Finding and appraising qualitative evidence
Important unanticipated effects of treatments are often first suspected by people using or prescribing treatments. As with anticipated effects of treatments, steps must be taken to reduce biases and the play of chance in assessing suspected unanticipated effects.
It is only to be expected that unanticipated effects of treatments will emerge when new treatments are introduced more widely. Initial tests – for example, those required to license new drugs for marketing – cover at most a few hundred or a few thousand people treated for a few months. Only relatively frequent and short-term unanticipated effects are likely to be picked up at this stage.
Rare treatment effects, or those that take some time to develop, will not be discovered until treatment tests have lasted long enough or until there has been more widespread use of treatments. Moreover, new treatments will often be used in people who may differ in important ways from those who participated in the original tests. They may be older or younger, of a different sex, more or less ill, living in different circumstances, or suffering from other health problems in addition to the condition at which the treatment is targeted. These differences may modify treatment effects, and new, unanticipated effects may emerge (see special issue of BMJ 3 July 2004).
Detection and verification of unanticipated effects, whether adverse (or beneficial), usually occur rather differently from the methods used to assess hoped-for effects of new treatments. Unanticipated effects of treatments are sometimes suspected initially by health professionals or patients. (Venning 1982) Identifying which among these initial hunches reflect real effects of treatments poses a challenge.

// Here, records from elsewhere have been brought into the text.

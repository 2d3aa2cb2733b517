import { plantLagAt, plantLagRad } from './choose-dithers.js';
import type { LawMargins, LawPrediction } from './law-size.types.js';
import type { SizedLoops } from './size-loops.js';
import type { CheckedDemands, CheckedPlant } from './sizing-plant.schema.js';

/** Relative standard error of a curvature above which it is called badly known. */
const doubtMax = 0.25;
/** Slowest rate over fastest below which one direction is called a ridge. */
const ridgeShare = 0.1;

export interface RemarkCase {
  lawId: string;
  plant: CheckedPlant;
  demands: CheckedDemands;
  /** Null for laws that try points. */
  sized: SizedLoops | null;
  predicted: LawPrediction;
  margins: LawMargins;
}

/** What cannot be kept or is badly known, with what to do. */
export function remarksOn(known: RemarkCase): string[] {
  return [...plantRemarks(known), ...driftRemarks(known), ...lawRemarks(known)];
}

function plantRemarks({ plant, sized }: RemarkCase): string[] {
  const remarks: string[] = [];
  const [first] = sized?.axes ?? [];
  const lagRad = first ? plantLagAt(first.loop.plant, first.loop.omegaRadPerS) : 0;
  if (lagRad > 0 && lagRad < 0.5 * plantLagRad && first?.limitedBy !== 'ripple') {
    remarks.push('The scan, not the plant, keeps the dither slow: scan faster to converge sooner.');
  }
  if (lagRad > Math.PI / 2) {
    remarks.push(
      'The ripple is faster than the plant: what it shows of the slope is small. Inject a slower sine.',
    );
  }
  (plant.curvatureErrors ?? []).forEach((error, i) => {
    const share = error / plant.curvature[i]![i]!;
    if (share > doubtMax) {
      remarks.push(
        `The curvature of actuator ${i + 1} is known to ±${Math.round(100 * share)} % only, the rate with it: survey more finely or for longer.`,
      );
    }
  });
  return remarks;
}

function driftRemarks({ demands, predicted }: RemarkCase): string[] {
  if (predicted.driftLoss === null || predicted.driftLoss <= demands.lossAllowed) return [];
  return [
    'The best point drifts faster than the estimate can follow at the allowed loss: allow more, or quieten the objective.',
  ];
}

function lawRemarks({ lawId, plant, sized, margins }: RemarkCase): string[] {
  const remarks: string[] = [];
  if (sized && lawId !== 'newton' && sized.slowest < ridgeShare) {
    remarks.push(
      `One direction converges at ${sized.slowest > 0 ? (100 * sized.slowest).toPrecision(2) : 0} % of the rate: Newton's law goes at one rate everywhere.`,
    );
  }
  if (lawId === 'constrained' && plant.actuators.every(({ constraintSlope }) => constraintSlope === 0)) {
    remarks.push(
      'The slope of the constrained quantity is not known, so that the reserve leaves no room for the dither: set it.',
    );
  }
  if (lawId === 'discrete' && margins.plantOverDither < Infinity) {
    remarks.push(
      'The plant lags, which this law does not look for: its phase is made up for, but the gradient law is the better choice.',
    );
  }
  return remarks;
}
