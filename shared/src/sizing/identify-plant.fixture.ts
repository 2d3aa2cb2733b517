import { fitStepResponse } from '../identification/step-response.js';
import { readSurveyCurve } from '../identification/survey-curve.js';
import type { SurveySample } from '../identification/survey-map.types.js';
import { readSurveySurface } from '../identification/survey-surface.js';
import { RunningStatistics } from '../signals/running-statistics.js';
import { SeededNoise } from '../signals/seeded-noise.fixture.js';
import { describePlant } from './describe-plant.js';
import type { SizingPlant } from './sizing-plant.schema.js';

/** −½·xᵀHx behind one lag, with white noise. */
export interface QuadraticPlant {
  scanS: number;
  timeConstantS: number;
  noise: number;
  /** H. */
  curvature: number[][];
  best: number[];
  half: number;
}

export class PlantCourse {
  private readonly random: SeededNoise;
  private answer: number;

  constructor(
    readonly plant: QuadraticPlant,
    seed: number,
    start: readonly number[],
  ) {
    this.random = new SeededNoise(seed);
    this.answer = this.valueAt(start);
  }

  /** Objective without lag and noise; 0 at the best point. */
  valueAt(applied: readonly number[]): number {
    const { curvature, best } = this.plant;
    const x = applied.map((value, i) => value - best[i]!);
    return -curvature.reduce((sum, row, i) => sum + x[i]! * row.reduce((s, h, j) => s + h * x[j]!, 0), 0) / 2;
  }

  /** What is read a scan after the actuators were put there. */
  scan(applied: readonly number[]): number {
    const { timeConstantS, scanS, noise } = this.plant;
    const approach = timeConstantS > 0 ? 1 - Math.exp(-scanS / timeConstantS) : 1;
    this.answer += approach * (this.valueAt(applied) - this.answer);
    return this.answer + noise * this.random.normal();
  }
}

/** Step test and survey on the noisy plant, by the code of identification alone. */
export function identify(plant: QuadraticPlant, seed: number): SizingPlant {
  const { scanS, half, best } = plant;
  const start = best.map(() => -half);
  const course = new PlantCourse(plant, seed, start);
  const spanScans = Math.max(80, Math.ceil((10 * plant.timeConstantS) / scanS));
  const values: number[] = [];
  for (let i = 0; i < spanScans / 4; i += 1) values.push(course.scan(start));
  const stepAtS = (values.length - 1) * scanS;
  const stepped = start.map((value, i) => (i === 0 ? 0 : value));
  for (let i = 0; i < spanScans; i += 1) values.push(course.scan(stepped));
  const timesS = values.map((_, i) => i * scanS);
  const step = fitStepResponse({ timesS, values, stepAtS, stepSize: half });
  const dwellScans = Math.max(20, Math.ceil((6 * step.timeConstantS.value) / scanS));
  const visit = (applied: readonly number[]) => dwell(course, applied, dwellScans);
  const actuators = best.map(() => ({ min: -2 * half, max: 2 * half }));
  return describePlant({ scanS, step, peak: surveyed(plant, visit), actuators });
}

/** Waits for half of the dwell, then averages. */
function dwell(course: PlantCourse, applied: readonly number[], scans: number): SurveySample {
  const statistics = new RunningStatistics();
  for (let i = 0; i < scans; i += 1) course.scan(applied);
  for (let i = 0; i < 2 * scans; i += 1) statistics.add(course.scan(applied));
  return { objective: statistics.mean, standardError: statistics.standardError, isValid: true };
}

function surveyed({ half, best }: QuadraticPlant, visit: (applied: readonly number[]) => SurveySample) {
  const line = Array.from(
    { length: best.length === 1 ? 21 : 9 },
    (_, i, all = best.length === 1 ? 20 : 8) => {
      return -half + (2 * half * i) / all;
    },
  );
  if (best.length === 1) {
    const up = line.map((value) => ({ value, ...visit([value]) }));
    const peak = readSurveyCurve(up, [], 'maximise').hills[0]?.peak;
    if (!peak) throw new Error('The survey found no peak.');
    return peak;
  }
  const up = line.flatMap((y) => line.map((x) => visit([x, y])));
  const peak = readSurveySurface({ xs: line, ys: line, up, down: [] }, 'maximise').hills[0]?.peak;
  if (!peak) throw new Error('The survey found no peak.');
  return peak;
}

If the unanticipated effect of a treatment is very striking and occurs quite often after the treatment has been used, it may be noticed spontaneously by health professionals or patients. For example, babies born without limbs are almost unheard of, so when a sudden increase in their numbers occurred in the 1960s it naturally raised concerns. All mothers of such babies had used a newly marketed anti-nausea drug – thalidomide – prescribed during early pregnancy, so this was likely to be the cause and little further assessment was necessary (McBride 1961). Unanticipated beneficial effects of drugs are often detected in similar ways, for example, when it was found that a drug to treat psychosis also lowered cholesterol (Goodwin 1991).
When such striking relationships are noticed, they often turn out to be confirmed as real unanticipated effects of treatment (Venning 1982). However, a lot of hunches about unanticipated effects of treatment are based on far less convincing evidence. So, as with tests designed to detect hoped-for effects of treatments, planning tests to confirm or dismiss less striking suspected unanticipated effects involves avoiding biased comparisons [EE 2.0]. Studies to test whether suspected unanticipated effects of treatment are real must observe the principle of comparing ‘like with like’. Random allocation to treatments is the ideal way to accomplish this. Only rarely, however, can suspected treatment effects be investigated by further analysis or follow-up of people who were randomly allocated to treatments before they were given (Hemminki and McPherson 1997). The challenge is therefore to assemble unbiased comparison groups in other ways, often using information collected routinely during health care.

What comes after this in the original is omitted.